Prior to the 2019 General Elections in Nigeria, concerns about the election has affected transactions of the Nigerian Stock Exchange (NSE) because the market capitalization and the All-Share Index went down in value by 0.4%. The week’s Market Capitalization closed at N11.704 Trillion while the All-Share Index was at 32,058.28 points.

Only the NSE Consumer Goods and NSE Industrial Goods indices experienced an increase in value by 0.04% and 1.02%. The NSE ASeM Index closed at a flat rate while every other indices depreciated.

A record 1.285 billion shares amounting to 11.539 billion was made on the exchange as well which is different from the 1.079 billion shares amounting to N18.196 billion that was gotten the week before.

The activity chart which was measured in volume was topped by the Financial Services Industry, having traded in 7,923 deals; they covered 69.31% of the chart as they incurred 890.433 million shares which amount to N8.113 billion.

Next on the activity chart was the Services Industry; by partaking in 298 deals, they incurred 284.370 million shares which amount to N585.368 million. Coming in third position was the Consumer Goods industry with 44.694 million shares amounting to N 2.054 billion gotten in 2,367 deals.

Diamond Bank Plc, Ikeja Hotel Plc and FBN Holdings Plc who are the top 3 equities on ground traded on 708.003 million shares which amount to N1.758 billion in 1,957 deals making up 55.11% and 15.23% of the total equity value and turnover volume of each.

In the records, 24 equities experienced an increase in price, this is contrary to the 27 equities that appreciated the week before. Also, 36 equities decreased in price contrary to the 39 equities that depreciated the week before. The value of 109 equities remained constant without changing price contrary to the 103 the previous week.

A Cordros Capital Analyst said; “Again, we reiterate our negative point of view for the equities market in the short to medium term, despite the worries rising as a result of the upcoming 2019 General elections and the lack of a positive market trigger. However, positive macroeconomic fundamentals still provides support of recovery in the long term.”

Well known investment banking firm – Afrinvest Securities Limited said: “Despite the total negative results we had this week, we discovered that the buying activity in bellwethers had increased and we look forward to be able to maintain this trend by the next week, as investors wants to invest on the recent attractive pricing in the market. In spite of this, we hope for the broad performance of the index to be weak still as investor sentiments are still influenced by developments in the polity.”

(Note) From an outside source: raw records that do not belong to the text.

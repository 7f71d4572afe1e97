/**
 * The built catalogue in a real browser: Debian's Chromium driven by playwright-core (which
 * downloads no browser). The demo site is built once into a temporary folder and served from
 * 127.0.0.1; any request to another host fails the suite. Screenshots go to test-artifacts/.
 *
 * Skipped only where /usr/bin/chromium is missing and this is not CI; CI (.ci/run) installs it.
 */
import { existsSync } from 'node:fs';
import { mkdir } from 'node:fs/promises';
import { join } from 'node:path';
import { fileURLToPath } from 'node:url';
import { chromium, type Browser, type BrowserContext, type Page } from 'playwright-core';
import { afterAll, beforeAll, describe, expect, inject, it } from 'vitest';
import type { SearchDoc } from '../../src/search/search-doc.ts';
import { serveStatic, type StaticServer } from './static-server.ts';

const CHROMIUM = '/usr/bin/chromium';
const ROOT = fileURLToPath(new URL('../..', import.meta.url));
const ARTIFACTS = join(ROOT, 'test-artifacts');
const hasChromium = existsSync(CHROMIUM);
const inCI = Boolean(process.env['CI']);
const suite =
  hasChromium || inCI
    ? 'the catalogue site in Chromium'
    : `the catalogue site in Chromium — SKIPPED: ${CHROMIUM} is missing (apt-get install chromium; CI always runs this suite)`;

if (!hasChromium && !inCI)
  console.warn(`browser tests skipped: ${CHROMIUM} is missing (apt-get install chromium to run them; CI always does)`);

interface ApiRecord {
  id: string;
  title: string;
  roles?: Record<string, string>;
}
interface ApiSpecies {
  symbol: string;
  slug: string;
  names: string[];
  occurrences: { mechanism: string; role?: string }[];
}
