/**
 * A place in the record as a chemist reads it: list items counted from 1 as people count them
 * (`['steps', 0, 'k']` → "step 1, k"), never a JSON Pointer with indices from 0.
 */
import type { RecordPath } from './diagnostic.ts';

/** "step 1, k"; "step 2, energy barrier"; "species H+, role"; "the record" for the whole file. */
export function pathWords(path: RecordPath): string {
  if (path.length === 0) return 'the record';
  const parts: string[] = [];
  for (let i = 0; i < path.length; i++) {
    const segment = path[i]!;
    const next = path[i + 1];
    if (typeof next === 'number') {
      parts.push(`${String(segment).replace(/s$/, '')} ${next + 1}`);
      i++;
    } else if (segment === 'species' && i === 0 && next !== undefined) {
      parts.push(`species ${next}`);
      i++;
    } else parts.push(typeof segment === 'number' ? `item ${segment + 1}` : segment);
  }
  const [head, ...rest] = parts;
  return rest.length > 0 ? `${head}, ${rest.join(' ')}` : head!;
}
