/**
 * The JSON report (DESIGN.md "Contracts"): what `check --format json` prints and the site's API
 * serves. snake_case keys; changed only additively. Plain data: no engine types.
 */
import type { EnergyJson } from './energy-report.ts';

export interface DiagnosticJson {
  rule: string;
  severity: string;
  message: string;
  file?: string;
  line?: number;
  column?: number;
  end_line?: number;
  end_column?: number;
  note?: string;
}

export interface RecordReport {
  id: string;
  file: string;
  title?: string;
  system?: string;
  status?: string;
  overall?: {
    reactants: Record<string, number | string>;
    products: Record<string, number | string>;
    catalysts: string[];
    text: string;
  };
  stoichiometric_numbers?: number[];
  stoichiometric_numbers_source?: 'given' | 'derived';
  roles?: Record<string, string>;
  buffered?: string[];
  rate_laws?: RateLawJson[];
  observations?: ObservationJson[];
  simulation?: SimulationJson[];
  /** the energy profile and energetic span, where every route step records its energies */
  energy?: EnergyJson;
  /** labels of steps whose rate constants come from their energies (Eyring) */
  constants_from_energies?: string[];
  diagnostics: DiagnosticJson[];
}

export interface SimulationJson {
  observation: string;
  status: string;
  message?: string;
  /** rate of the overall reaction at 1 % conversion, M s^-1 */
  initial_rate?: number;
  time_s?: number;
  orders: Record<string, number>;
  approximation_error: Record<string, number>;
}

export interface RateLawJson {
  method: string;
  /** plain text and LaTeX of the rate of the overall reaction; absent when solved only numerically */
  text?: string;
  latex?: string;
  grouped?: { name: string; value_text: string; value_latex: string; text: string; latex: string };
  /**
   * the rate law as data: terms of numerator and denominator, each a coefficient and symbol
   * exponents; a law with radicals adds `roots`, and its numerator and denominator then hold the
   * root symbols too
   */
  structure?: { numerator: TermJson[]; denominator: TermJson[]; roots?: RootJson[] };
  /** limits of the apparent order as [X] → 0 (low) and [X] → ∞ (high) */
  orders: Record<string, { low: number | string; high: number | string }>;
  /** solvents whose constant concentration is absorbed into the constants */
  absorbed?: string[];
  /** the conserved catalysts' forms, for the resting state */
  catalyst_balances?: {
    catalyst: string;
    total: string;
    forms: { species: string; fraction: string; fraction_latex: string }[];
  }[];
  /** the dominant catalyst form at each observation's conditions */
  resting_states?: { observation: string; catalyst: string; species: string; fraction: number }[];
  numeric_only?: boolean;
  derivation: { say: string; text: string; latex: string }[];
}

/** A root symbol of a law with radicals: the one positive root of a polynomial in it, and its closed form. */
export interface RootJson {
  /** the symbol as it appears in the structure's terms, e.g. `ρ_1` */
  symbol: string;
  /** the polynomial (in the symbol, constants and concentrations) whose one positive root it is */
  polynomial: TermJson[];
  /** the root written out, plain text and LaTeX */
  closed_form: string;
  closed_form_latex: string;
}

export interface TermJson {
  coefficient: number | string;
  /** symbol → exponent, e.g. {"k_2": 1, "[O3]": 2, "[O2]": "1/2"} */
  factors: Record<string, number | string>;
}

export interface ObservationJson {
  id: string;
  species: string;
  method: string;
  observed: number;
  tolerance: number;
  predicted?: number;
  range?: [number, number];
  basis: string;
  status: string;
}

/** The whole report: the tool, a summary and one entry per record. */
export interface CatalogueReport {
  tool: { name: 'mechatlas'; version: string };
  summary: { records: number; errors: number; warnings: number; notes: number };
  records: RecordReport[];
}
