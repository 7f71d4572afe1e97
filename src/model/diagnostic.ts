/**
 * Diagnostics are values: the engine adds them to a list and never throws on bad chemistry.
 * The engine knows where a problem is only as a path into the record (`['steps', 1, 'k']`);
 * src/records turns that path into a file, line and column.
 */
import type { RuleId } from './rules/index.ts';

export type { RuleId };

/** `info` is a note for the reader (SARIF level `note`); only `error` fails a check. */
export type Severity = 'error' | 'warning' | 'info';

/** A path into the record: object keys and array indices, as in a JSON Pointer. */
export type RecordPath = readonly (string | number)[];

export interface Diagnostic {
  rule: RuleId;
  severity: Severity;
  /** Lower-case sentence a chemist understands, e.g. "atoms do not balance: O 2 → 3". */
  message: string;
  /** Where in the record the problem is; resolved to line and column by the loader. */
  path?: RecordPath;
  /** Character offset inside the string value at `path` (a term inside an equation). */
  offset?: number;
  /** Set by src/records once the path is resolved. */
  file?: string;
  line?: number;
  column?: number;
  endLine?: number;
  endColumn?: number;
  /** A hint on how to fix it. */
  note?: string;
  actual?: unknown;
  expected?: unknown;
}

/** Builds a diagnostic; optional fields are only set when given (exactOptionalPropertyTypes). */
export function diagnostic(
  rule: RuleId,
  severity: Severity,
  message: string,
  extra: Omit<Partial<Diagnostic>, 'rule' | 'severity' | 'message'> = {},
): Diagnostic {
  return { rule, severity, message, ...extra };
}

/** Counts errors, warnings and notes in a list of diagnostics. */
export function countBySeverity(diagnostics: readonly { severity: string }[]): Record<Severity, number> {
  const counts: Record<Severity, number> = { error: 0, warning: 0, info: 0 };
  for (const d of diagnostics) if (d.severity in counts) counts[d.severity as Severity] += 1;
  return counts;
}
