/**
 * src/model: the shared vocabulary of every layer — diagnostics and their rule ids, the record
 * type generated from the schema, and the JSON report. Imports nothing.
 */
export { countBySeverity, diagnostic, type Diagnostic, type RecordPath, type Severity } from './diagnostic.ts';
export { RULES, RULE_IDS, ruleSummary, type RuleId } from './rules/index.ts';
export type { RuleDefinition } from './rules/rule-definition.ts';
export type {
  Approximation,
  Doi,
  EnergySettings,
  MechanismRecord,
  Notation,
  Observation,
  QuantityText,
  Reference,
  Role,
  Slug,
  SpeciesEntry,
  SpeciesSymbol,
  Status,
  StepEnergy,
  StepEntry,
  StepLabel,
} from './mechanism-record.ts';
export type { EnergyBasis, EnergyJson, EnergyProfile, EnergyResult, ProfileState } from './energy-report.ts';
export type {
  CatalogueReport,
  DiagnosticJson,
  ObservationJson,
  RateLawJson,
  RecordReport,
  RootJson,
  SimulationJson,
  TermJson,
} from './report.ts';
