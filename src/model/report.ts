/**
 * The JSON report (DESIGN.md "Contracts"): what `check --format json` prints and the site's API
 * serves. snake_case keys; changed only additively. Plain data: no engine types.
 */
import type { EnergyJson } from './energy-report.ts';
import type { RecordFitsJson } from './fits-report.ts';

export interface DiagnosticJson {
  rule: string;
  severity: string;
  message: string;
  file?: string;
  line?: number;
  column?: number;
  end_line?: number;
  end_column?: number;
  note?: string;
}

export interface RecordReport {
  id: string;
  file: string;
  title?: string;
  system?: string;
  status?: string;
  overall?: {
    reactants: Record<string, number | string>;
    products: Record<string, number | string>;
    catalysts: string[];
    text: string;
  };
  stoichiometric_numbers?: number[];
  stoichiometric_numbers_source?: 'given' | 'derived';
  roles?: Record<string, string>;
  /**
   * the chain the route carries, where one is declared (chain_carrier) or detected: its carriers,
   * and the steps (numbered from 1) that propagate it (the route), start it and end it (off the route)
   */
  chain?: {
    carriers: string[];
    propagation: number[];
    initiation: number[];
    termination: number[];
    source: 'declared' | 'detected';
  };
  buffered?: string[];
  rate_laws?: RateLawJson[];
  observations?: ObservationJson[];
  simulation?: SimulationJson[];
  /** the energy profile and energetic span, where every route step records its energies */
  energy?: EnergyJson;
  /** labels of steps whose rate constants come from their energies (Eyring) */
  constants_from_energies?: string[];
  /** the record's data fitted: orders, each rival fitted to each data set and ranked, activation parameters */
  fits?: RecordFitsJson;
  diagnostics: DiagnosticJson[];
}

export interface SimulationJson {
  observation: string;
  status: string;
  message?: string;
  /** rate of the overall reaction extrapolated to zero conversion (from readings at 1 to 4 %), M s^-1 */
  initial_rate?: number;
  time_s?: number;
  orders: Record<string, number>;
  approximation_error: Record<string, number>;
}

export interface RateLawJson {
  method: string;
  /** plain text and LaTeX of the rate of the overall reaction; absent when solved only numerically */
  text?: string;
  latex?: string;
  grouped?: {
    name: string;
    value_text: string;
    value_latex: string;
    text: string;
    latex: string;
    /** the unit of the grouped constant (M and s: `M^-1 s^-1`), and its value where the constants are given */
    unit?: string;
    unit_latex?: string;
    value?: number;
  };
  /** the law in named apparent constants: each denominator factor from 1, terms collected by concentration */
  normalised?: NormalisedLawJson;
  /**
   * the rate law as data: terms of numerator and denominator, each a coefficient and symbol
   * exponents; a law with radicals adds `roots`, and its numerator and denominator then hold the
   * root symbols too
   */
  structure?: { numerator: TermJson[]; denominator: TermJson[]; roots?: RootJson[] };
  /** limits of the apparent order as [X] → 0 (low) and [X] → ∞ (high) */
  orders: Record<string, { low: number | string; high: number | string }>;
  /** solvents whose constant concentration is absorbed into the constants */
  absorbed?: string[];
  /** the conserved catalysts' forms, for the resting state */
  catalyst_balances?: {
    catalyst: string;
    total: string;
    forms: { species: string; fraction: string; fraction_latex: string }[];
  }[];
  /** the dominant catalyst form at each observation's conditions */
  resting_states?: { observation: string; catalyst: string; species: string; fraction: number }[];
  numeric_only?: boolean;
  derivation: { say: string; text: string; latex: string }[];
}

/** A rate law as numerator / Π (1 + Σ K m)^power, with its named constants (k_obs, K_X …). */
export interface NormalisedLawJson {
  text: string;
  latex: string;
  constants: ApparentConstantJson[];
  /** the law as data: each term ± constant^power × concentrations */
  numerator: NormalisedTermJson[];
  factors: { power: number; terms: NormalisedTermJson[] }[];
  /** the trade's own form where the shape is a standard one (the Michaelis–Menten family) */
  trade?: {
    shape: string;
    substrate: string;
    inhibitors: string[];
    text: string;
    latex: string;
    constants: ApparentConstantJson[];
  };
}

/** One apparent constant: its name, meaning, definition in elementary constants, unit and value. */
export interface ApparentConstantJson {
  name: string;
  latex: string;
  meaning: string;
  definition_text: string;
  definition_latex: string;
  /** the same in the other named constants, where that reads better (K_M^app = K_M(1 + [I]/K_i)) */
  relation_text?: string;
  relation_latex?: string;
  /** in M and s; empty when dimensionless */
  unit: string;
  unit_latex: string;
  /** where every elementary constant of the definition is given */
  value?: number;
}

/** One term of a normalised law; a factor's leading 1 has no constant. */
export interface NormalisedTermJson {
  constant?: string;
  power: number | string;
  sign: 1 | -1;
  factors: Record<string, number | string>;
}

/** A root symbol of a law with radicals: the one positive root of a polynomial in it, and its closed form. */
export interface RootJson {
  /** the symbol as it appears in the structure's terms, e.g. `ρ_1` */
  symbol: string;
  /** the polynomial (in the symbol, constants and concentrations) whose one positive root it is */
  polynomial: TermJson[];
  /** the root written out, plain text and LaTeX */
  closed_form: string;
  closed_form_latex: string;
}

export interface TermJson {
  coefficient: number | string;
  /** symbol → exponent, e.g. {"k_2": 1, "[O3]": 2, "[O2]": "1/2"} */
  factors: Record<string, number | string>;
}

export interface ObservationJson {
  id: string;
  species: string;
  method: string;
  observed: number;
  tolerance: number;
  /** the order at the observation's conditions, or the one the law fixes whatever the constants */
  predicted?: number;
  /** where the order depends on unknown constants: every order the law allows at these conditions */
  range?: [number, number];
  /** the limiting orders as [X] → 0 and [X] → ∞, where they differ (they do not bound the order) */
  limits?: [number, number];
  basis: string;
  /** pass, fail, not_excluded (allowed for some constants, which are unknown) or unknown (no prediction) */
  status: string;
  /** why there is no prediction, or why it stays open */
  reason?: string;
}

/** How many observation checks had each verdict. */
export interface VerdictCounts {
  pass: number;
  fail: number;
  /** allowed for some constants, which are unknown */
  not_excluded: number;
  /** no prediction */
  unknown: number;
}

/** The whole report: the tool, a summary and one entry per record. */
export interface CatalogueReport {
  tool: { name: 'mechatlas'; version: string };
  summary: {
    records: number;
    errors: number;
    warnings: number;
    notes: number;
    /** the checks of each record's primary rate law, counted by verdict */
    observations?: VerdictCounts;
  };
  records: RecordReport[];
}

Reports from the GTI Securities said “Since there is no domestic or external shock that can cause a change in sentiment, we are expecting the overall market sentiment to still be tepid by the coming week. Nevertheless, we are also still expecting the recent price hunting noticed in excess especially on bellwether banking stocks to still remain so in the next trading week due to the lowness of their recent prices and vast upside potential.